Madeira abre consulta pública para Hub Tecnológico Marítimo-Portuário

 A directora regional de Competitividade, Inovação e Sustentabilidade e coordenadora do projecto foi quem apresentou a visão estratégica do Hub Tecnológico Marítimo-Portuário da Madeira, que será trabalhada pelo grupo multissetorial criado por despacho de 9 de Fevereiro, deste ano. “O objectivo é garantir que o futuro reflita necessidades reais, integre conhecimento diversificado e incorpore soluções que promovam um desenvolvimento equilibrado e sustentável”, começou por referir Andreia Collard, refere um comunicado governamental.

Com uma vasta experiência na indústria de defesa na Austrália – desde cabos submarinos a satélites –, a directora regional destacou o posicionamento da Madeira como polo atlântico de referência, que pode transformar a insularidade em vantagem competitiva na transição digital e ecológica, com foco em segurança marítima, defesa, logística, economia azul, digitalização e sustentabilidade ambiental, económica e social.

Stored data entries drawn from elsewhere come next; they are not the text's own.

# Presets with every roster rule switched on at random (see generate_rules).
RULES_PRESETS = {
    "rules": {"patients": (16, 30), "nurses": (4, 7)},
    "rules_tiny": {"patients": (5, 8), "nurses": (2, 3)},
}
# The kinds of infeasible roster: one rule alone makes each infeasible.
INFEASIBLE_KINDS = highs_model.RULE_NAMES
UNIT_TYPES = ["icu", "step-down", "telemetry", "med-surg", "pediatrics", "oncology", "other"]
TABLE = highs_model.CALIFORNIA_TABLE
ZONE_NAMES = ["east", "west", "north", "south"]
# Seconds HiGHS may take to decide whether a generated roster is feasible.
FEASIBILITY_SECONDS = 20.0


def _counted(doc):
    return [n for n in highs_model.derive_rules(doc)["nurses"] if n["counted"]]


def _table_of(doc):
    if doc["policy"].get("ratio_table") == "california":
        return TABLE[doc["unit"]["type"]]
    return None


def _cap(doc, value):
    """value held to the table's number (a looser limit is an input error)."""
    t = _table_of(doc)
    return value if t is None else min(value, t)


def _rules_nurses(rng, count, shift, roles, orientee_ok=True):
    holding = {s: rng.uniform(0.55, 0.9) for s in SKILLS}
    n95 = rng.uniform(0.5, 0.9)
    nurses = []
    for i in range(count):
        nurse = {"id": "N%d" % (i + 1)}
        skills = [s for s in SKILLS if rng.random() < holding[s]]
        if rng.random() < n95:
            skills.append("n95")
        if skills:
            nurse["skills"] = skills
        if rng.random() < 0.3:
            nurse["max_patients"] = rng.randint(3, 6)
        if shift["minutes"] > 480 and rng.random() < 0.15:
            nurse["minutes"] = 480
            nurse["break_minutes"] = 30
        nurses.append(nurse)
    # A charge nurse with the role's limits (now and then none on a tiny roster).
    if count >= 3 or rng.random() < 0.4:
        nurses[0]["role"] = "charge"
        roles["charge"] = {"max_patients": rng.choice([0, 1, 2, 2, 3]),
                           "duty_minutes": rng.choice([60, 90, 120, 180])}
        nurses[0].pop("max_patients", None)
        if rng.random() < 0.3:
            nurses[0]["duty_minutes"] = rng.choice([120, 240])
        if count == 2 and roles["charge"]["max_patients"] == 0:
            roles["charge"]["max_patients"] = 2
    # An orientee sharing a staff nurse's assignment.
    if count >= 3 and orientee_ok and rng.random() < 0.35:
        ori = nurses[-1]
        ori["role"] = "orientee"
        ori["preceptor"] = rng.choice([n["id"] for n in nurses[:-1] if "role" not in n])
        ori.pop("max_patients", None)
    if count >= 4 and rng.random() < 0.25:
        rng.choice([n for n in nurses if "role" not in n])["role"] = "float"
    return nurses


def _rules_patients(rng, count, scale, nurse_ids, nnurses):
    patients = make_patients(rng, count, scale)
    with_places = rng.random() < 0.88
    zones = rng.sample(ZONE_NAMES, rng.randint(2, 4))
    rooms = {z: ["%s%d" % (z[0].upper(), 10 + k)
                 for k in range(max(1, round(count / len(zones) * 0.75)))] for z in zones}
    with_prev = rng.random() < 0.85
    iso_rate = rng.uniform(0.1, 0.35)
    for p in patients:
        if rng.random() < 0.08:
            # Care minutes only, no acuity level: never high-acuity.
            p["care_minutes"] = p.get("care_minutes", 5 * rng.randint(12, 60))
            del p["acuity"]
        if rng.random() < 0.07:
            p["ratio"] = "1:%d" % rng.choice([1, 2, 2, 3, 3, 4])
        if rng.random() < iso_rate:
            p["isolation"] = rng.choices(highs_model.ISOLATION_KINDS, [45, 25, 15, 15])[0]
        if with_places:
            z = rng.choice(zones)
            u = rng.random()
            if u < 0.8:
                p["zone"], p["room"] = z, rng.choice(rooms[z])
            elif u < 0.85:
                p["room"] = rng.choice(rooms[z])
            elif u < 0.9:
                p["zone"] = z
        if with_prev and rng.random() < 0.7:
            if rng.random() < 0.85:
                p["previous_nurse"] = rng.choice(nurse_ids)
            else:
                # Off duty now: not on this roster.
                p["previous_nurse"] = "N%d" % (nnurses + rng.randint(1, 6))
    return patients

A Região beneficia da maior Zona Económica Exclusiva Europeia (1,7 milhões de km², que pode vir a ser alargada com extensão da Plataforma Continental de Portugal), de águas profundas, cabos submarinos, conectividade digital plena e estabilidade política, actuando como “living lab” para testar soluções exportáveis em modernização portuária, descarbonização, atracção de investimentos e criação de emprego qualificado, explicou Andreia Collard.

“Este é o momento de nos posicionarmos neste ambiente marinho”, vincou a Diretora Regional, apontando para um ecossistema que pode gerar receitas em áreas como prospeção de terras raras marinhas e economia circular, reforçando, assim, o papel da Madeira na rede marítima europeia e global.

Após a consulta e o debate públicos, o grupo de trabalho tem 90 dias para entregar relatório final com modelo de governação e plano para a implementação do Hub Tecnológico Marítimo-Portuário da Região Autónoma da Madeira.